Sunflowers. Get the ones with multiple smaller flowers and they bloom right up to the frost.


----------



## Wil-7 (Sep 4, 2021)

GregB said:


> If truly concerned for the bumble bees - focus on the plants that support the lone bumble bee queens in early spring.
> This is the most critical time in the life cycle of these bees as the queen alone has to pull it off as she starts a colony.
> 
> Here in Southcentral WI, my most valuable bumble bee perennial plants are *Canadian Haskap and Black Currants (compact shrubs).*
> ...


I'll have to keep my eyes open now. I have Creeping Charlie taking over my yard. So now, I see it as a good thing.


----------



## Outdoor N8 (Aug 7, 2015)

I have a large, ground level, bed (3'x15') of Blue Plumbago at my house, the honey bees will work it in the morning and various kinds of Bumbus work it all afternoon.
As Kuro already pointed out, Apis and Bumbus have different proboscis lengths, they don't compete as much as people want you to believe. Two years ago, a Bumble queen selected my queen raising yard for her nest site, and that colony became quite large.


----------



## Snarge (May 4, 2015)

moussy said:


> I have some mildly invasive, decorative grasses with zero-pollinator benefit on the south side of my house in a 3-4' deep x 18'bed. I plan to take them out this coming spring and would like to plant 1-2 perennial species (zone 5 Southeast WI) that support the native bee population.


Hi moussy 

I would design it this way to attract bumble bees, butterflies and sphinx moths. These plants are all drought tolerant and would enjoy being south-facing.

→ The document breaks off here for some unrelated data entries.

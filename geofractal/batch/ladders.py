"""Ladder tables: what was found at every rung, kept part by part and written as one long table."""

from __future__ import annotations

from collections.abc import Iterator, Sequence
from dataclasses import dataclass
from functools import cached_property
from pathlib import Path

import pyarrow as pa

from geofractal.config.models import Batch, MeasureRequest
from geofractal.measure import Column
from geofractal.progress import Progress
from geofractal.reader.vector import LayerInfo
from geofractal.registry import load_measure
from geofractal.writer.rows import new_fields
from geofractal.writer.tables import write_batches

_ROW = Column("row", "row", "count", "", "number of the row in its layer, from 1; of a group its first row")
_WHOLE_NUMBERS = {"int8", "int16", "int32", "int64", "uint8", "uint16", "uint32"}


@dataclass(frozen=True)
class LadderTable:
    """The table of one measure on one layer, one row a feature and rung.

    Rows of the layer come in its own order. Groups come by bucket, a number that depends on a group's value
    and on the layer's size alone, and in the order of their values within it. What has no ladder has no row.

    Attributes
    ----------
    request : the measure
    named : the column that names a feature, None where its row number must do
    """

    request: MeasureRequest
    named: Column | None

    @cached_property
    def columns(self) -> tuple[Column, ...]:
        """All of its columns."""
        return (_ROW, *([self.named] if self.named else []), *self.request.ladder_columns())

    @cached_property
    def schema(self) -> pa.Schema:
        """Its columns as Arrow."""
        return pa.schema(new_fields(self.columns))

    @property
    def name(self) -> str:
        """What its files are called, but for their endings."""
        words = (self.request.of, self.request.prefix, load_measure(self.request.measure).stem, "ladder")
        return "_".join(word for word in words if word)

    def targets(self, batch: Batch) -> list[Path]:
        """Return its files."""
        return [batch.outputs.folder / f"{self.name}.{word}" for word in batch.outputs.tables]


def naming_column(id_column: str | None, group_by: str | None, info: LayerInfo) -> Column | None:
    """Return the column that names a layer's features in tables: ``group``, ``id`` or none."""
    if group_by:
        return Column(
            "group", "group", "text", "", f"value of the column {group_by!r} in the rows of the group"
        )
    if id_column:
        kind = dict(info.fields)[id_column]
        meaning = f"value of the column {id_column!r}"
        return Column("id", "id", "count" if kind in _WHOLE_NUMBERS else "text", "", meaning)
    return None


def ladder_file(folder: Path, key: str, place: int) -> Path:
    """Return where a part keeps the rows of the layer's ladder table of that number."""
    return folder / f"{key}.{place}.ladder"


def write_ladder_table(
    table: LadderTable,
    target: Path,
    files: Sequence[tuple[Path, int]],
    progress: Progress,
) -> int:
    """Publish a ladder table from what the parts kept, and return its number of rows.

    Parameters
    ----------
    files : what each part kept, in the order of the table, and how many rows of the layer the part had
    """
    total = sum(rows for _, rows in files)
    with progress.stage(table.request.of, f"write {target.name}", total) as stage:

        def batches() -> Iterator[pa.RecordBatch]:
            for path, rows in files:
                with pa.OSFile(str(path)) as source, pa.ipc.open_stream(source) as stream:
                    yield from stream
                stage.advance(rows)

        return write_batches(batches(), table.schema, target)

• Anchor the bed with some 2 x 2 dwarf butterfly bushes. They have huge panicles of flowers (pink or purple or white) for months, from July through September. Bumble bees adore them and they actually have a slight honey fragrance.

• Staggered between the above you could dot some sedums. There are many varieties, one of the classics being Autumn Joy. These will come into full bloom after the butterfly bushes and will be absolutely covered with different pollinators.

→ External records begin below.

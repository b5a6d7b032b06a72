"""Class maps through the batch: measured part by part, then written as tables and patches."""

from __future__ import annotations

import time
from collections import Counter, defaultdict
from collections.abc import Iterator
from dataclasses import dataclass, field
from pathlib import Path
from typing import Any

import pyarrow as pa
import pyarrow.compute as pc
import pyarrow.parquet as pq

from geofractal.batch.cover_parts import CoverPart, confirm, cover_part, keep, part_key
from geofractal.batch.cover_plan import CoverPlan, CoverWork
from geofractal.batch.patch_layers import write_patches
from geofractal.config.models import Batch
from geofractal.measure import Column
from geofractal.patches import warping_effect
from geofractal.progress import Progress
from geofractal.writer.sources import Fingerprint, fingerprint
from geofractal.writer.tables import write_table


@dataclass
class MeasuredCover:
    """A class map whose measures are done.

    Attributes
    ----------
    plan : what was asked
    parts : what each measure gave, in the order of `CoverPlan.works`
    prints : fingerprints of all files that were read for it, before they were
    warping : what warping did to each class, None where the map was not warped
    seconds, writing_s : time taken
    files : what was written
    """

    plan: CoverPlan
    parts: tuple[CoverPart, ...]
    prints: dict[Path, Fingerprint]
    warping: pa.Table | None
    seconds: float
    writing_s: float = 0.0
    files: list[Path] = field(default_factory=list)

    @property
    def works(self) -> Iterator[tuple[CoverWork, CoverPart]]:
        """Yield each measure with what it gave."""
        yield from zip(self.plan.works, self.parts, strict=True)

    @property
    def figures(self) -> dict[str, pa.Table]:
        """Return the tables of figures, by how the names of their files begin."""
        tables = defaultdict(list)
        for stem, part in zip(self.plan.stems, self.parts, strict=True):
            tables[stem].append(part.figures)
        return {stem: pa.concat_tables(parts) for stem, parts in tables.items()}

    @property
    def quantities(self) -> dict[str, tuple[Column, ...]]:
        """Return what the quantities of each table are, for the data dictionary."""
        told: dict[str, tuple[Column, ...]] = defaultdict(tuple)
        for stem, work in zip(self.plan.stems, self.plan.works, strict=True):
            told[f"{stem}_figures"] += tuple(
                Column(q.name, q.short, q.kind, q.unit, q.meaning, q.formula, q.source)
                for q in work.request.quantities()
            )
        return told


def measure_cover(plan: CoverPlan, folder: Path, progress: Progress) -> MeasuredCover:
    """Measure a class map; what is kept in `folder` is not measured again.

    Raises
    ------
    SourceError
        the map, or a layer of zones or barriers, cannot be read, or changed meanwhile
    """
    begun = time.monotonic()
    paths = {*plan.files, *(layer.info.path for work in plan.works for layer in work.layers)}
    prints = {path: fingerprint(path) for path in sorted(paths)}
    parts = [cover_part(plan, work, prints, folder, progress) for work in plan.works]
    warping = _warping(plan, folder, prints, progress) if plan.warped else None
    confirm(prints)
    return MeasuredCover(plan, tuple(parts), prints, warping, time.monotonic() - begun)


def _warping(plan: CoverPlan, folder: Path, prints: dict[Path, Fingerprint], progress: Progress) -> pa.Table:
    """Return what warping does to each class of a map."""
    assert plan.raster is not None
    kept = folder / f"{part_key(plan, plan.works[0], prints)}.warping.parquet"
    if not kept.exists():
        with progress.stage(plan.name, "effect of warping", None, "maps") as stage:
            table = warping_effect(plan.raster.source, options=plan.raster.options)
            keep(pa.Table.from_pandas(table.astype({"cover": str}), preserve_index=False), kept)
            stage.advance(2)
    return pq.read_table(kept).replace_schema_metadata(None)


def write_cover(found: MeasuredCover, batch: Batch, progress: Progress) -> None:
    """Write the tables of a class map, and its patches where they are asked for.

    Raises
    ------
    OutputError
        a file cannot be written
    """
    begun = time.monotonic()
    folder = batch.outputs.folder
    for stem, table in found.figures.items():
        for word in batch.outputs.tables:
            write_table(table, found.plan.table(folder, stem, word))
    if found.warping is not None:
        write_table(found.warping, found.plan.warping_file(folder))
    for part, stem in zip(found.parts, found.plan.stems, strict=True):
        if part.patches is not None:
            targets = found.plan.patch_files(batch, stem).values()
            write_patches(found.plan, part.patches, targets, progress)
    found.files = found.plan.targets(batch)
    found.writing_s = time.monotonic() - begun


def cover_tally(work: CoverWork, part: CoverPart) -> dict[str, Any]:
    """Return counts of a measure's figures as they stand in the record."""
    request = work.request
    words = [quantity.name for quantity in request.quantities() if quantity.kind == "text"]
    table = part.figures
    missing = pc.and_not(
        pc.is_null(table["estimate"], nan_is_null=True),
        pc.is_in(table["quantity"], pa.array(words, pa.string())),
    )
    notes = table["note"].filter(missing).fill_null("no reason given")
    reasons = Counter(note.split("; ")[0] for note in notes.to_pylist())
    refused = sum(reasons.values())
    return {
        "measure": request.measure,
        "prefix": request.prefix,
        "options": request.options.model_dump(mode="json", by_alias=True),
        "covers": list(request.covers),
        "zones": request.zones,
        "zones_refused": part.zone_problems,
        "zones_that_overlap": part.zone_overlaps,
        "barriers": [one.model_dump(mode="json", by_alias=True) for one in request.barriers],
        "barriers_left_out": part.barriers_left_out,
        "polygons_left_out": part.polygons_left_out,
        "rows": table.num_rows,
        "left_out_by_where": 0,
        "answered": table.num_rows - refused,
        "refused": refused,
        "refused_by_reason": dict(reasons.most_common()),
        "seconds": round(part.seconds, 3),
    }


def cover_record(found: MeasuredCover) -> dict[str, Any]:
    """Return what the record says of a measured class map."""
    plan = found.plan
    record: dict[str, Any] = {"source": [str(path) for path in plan.files]}
    if plan.raster is not None:
        grid, source = plan.raster.grid, plan.raster.source_grid
        width, height = grid.typical_cell
        record |= {
            "geometry": "cells",
            "crs": {"name": source.crs.name, "wkt": source.crs.to_wkt()},
            "grid": {
                "measured_on": grid.plane,
                "crs": grid.crs.to_wkt(),
                "rows": grid.rows,
                "columns": grid.columns,
                "cell_width_m": width,
                "cell_height_m": height,
                "distortion_percent": 100.0 * grid.distortion,
                "own_distortion_percent": 100.0 * source.distortion,
            },
            "cells_of_classes": found.parts[0].classes,
            "warnings": [grid.seam] if grid.seam else [],
        }
    if plan.ground is not None:
        record |= {
            "geometry": "polygons",
            "crs": {"name": plan.ground.crs.name, "wkt": plan.ground.crs.to_wkt()},
            "distances": {
                "measured_on": plan.ground.name,
                "distortion_percent": 100.0 * plan.ground.distortion,
            },
        }
    return record | {
        "groups": {name: list(members) for name, members in plan.groups.items()},
        "measures": [cover_tally(work, part) for work, part in found.works],
        "files": [str(path) for path in found.files],
        "seconds": {"measuring": round(found.seconds, 3), "writing": round(found.writing_s, 3)},
    }
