"""The list of rows without a figure: which, by what name, and why."""

from __future__ import annotations

from collections.abc import Iterator, Sequence
from pathlib import Path
from typing import TYPE_CHECKING

from geofractal.reader.vector import stream
from geofractal.writer import write_csv

if TYPE_CHECKING:
    from geofractal.batch.run import Measured

NAME = "refused_rows.csv"
HEADER = ("layer", "row", "id", "measure", "reason")

MOST_LISTED = 1_000
"""Rows listed of each layer and measure; the note columns of the copies have them all."""


def write_refused_rows(folder: Path, measured: Sequence[Measured]) -> None:
    """Write the first `MOST_LISTED` rows of each layer and measure that have no figure.

    Rows count from 1 in the order of the source. Rows that a layer's ``where`` leaves out are not
    listed. `id` is empty where the batch names no column for it.

    Raises
    ------
    OutputError
        The file cannot be written.
    """
    write_csv(folder / NAME, HEADER, (line for found in measured for line in _lines(found)))


def _lines(found: Measured) -> Iterator[tuple[str, int, object, str, str]]:
    plan = found.plan
    left = [min(tally.refused, MOST_LISTED) for tally in found.tallies]
    ids = [plan.layer.id] if plan.layer.id else []
    for batch in stream(plan.info, columns=ids) if any(left) else ():
        results = found.spool.read(batch.first_row, batch.first_row + len(batch))
        named = batch.attributes.column(0).to_pylist() if ids else [""] * len(batch)
        for place, tally in enumerate(found.tallies):
            refused = tally.refusals(results).to_numpy(zero_copy_only=False).nonzero()[0][: left[place]]
            left[place] -= len(refused)
            for row in refused.tolist():
                reason = results.column(tally.note)[row].as_py()
                yield plan.name, batch.first_row + row + 1, named[row], tally.request.measure, reason
        if not any(left):
            break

• As winter wears on it’s nice to see some early bulbs rear their stunning heads; these may include crocus and snowdrops. (I have ordered many types of snowdrops from Carolyn’s Shade Garden online, and crocus will often appear in small pots in Walmart garden centers in early spring.)

• For fun you could seed a few lemon queen sunflower seeds towards the back of the bed after it warms up. These flower heads can be so large and will accommodate dozens of pollinators~all at the same time.

• There are some smaller varieties of catmint, too, that could be low-growers around the front, and side edges, that bumbles love.

Send pictures next year!


----------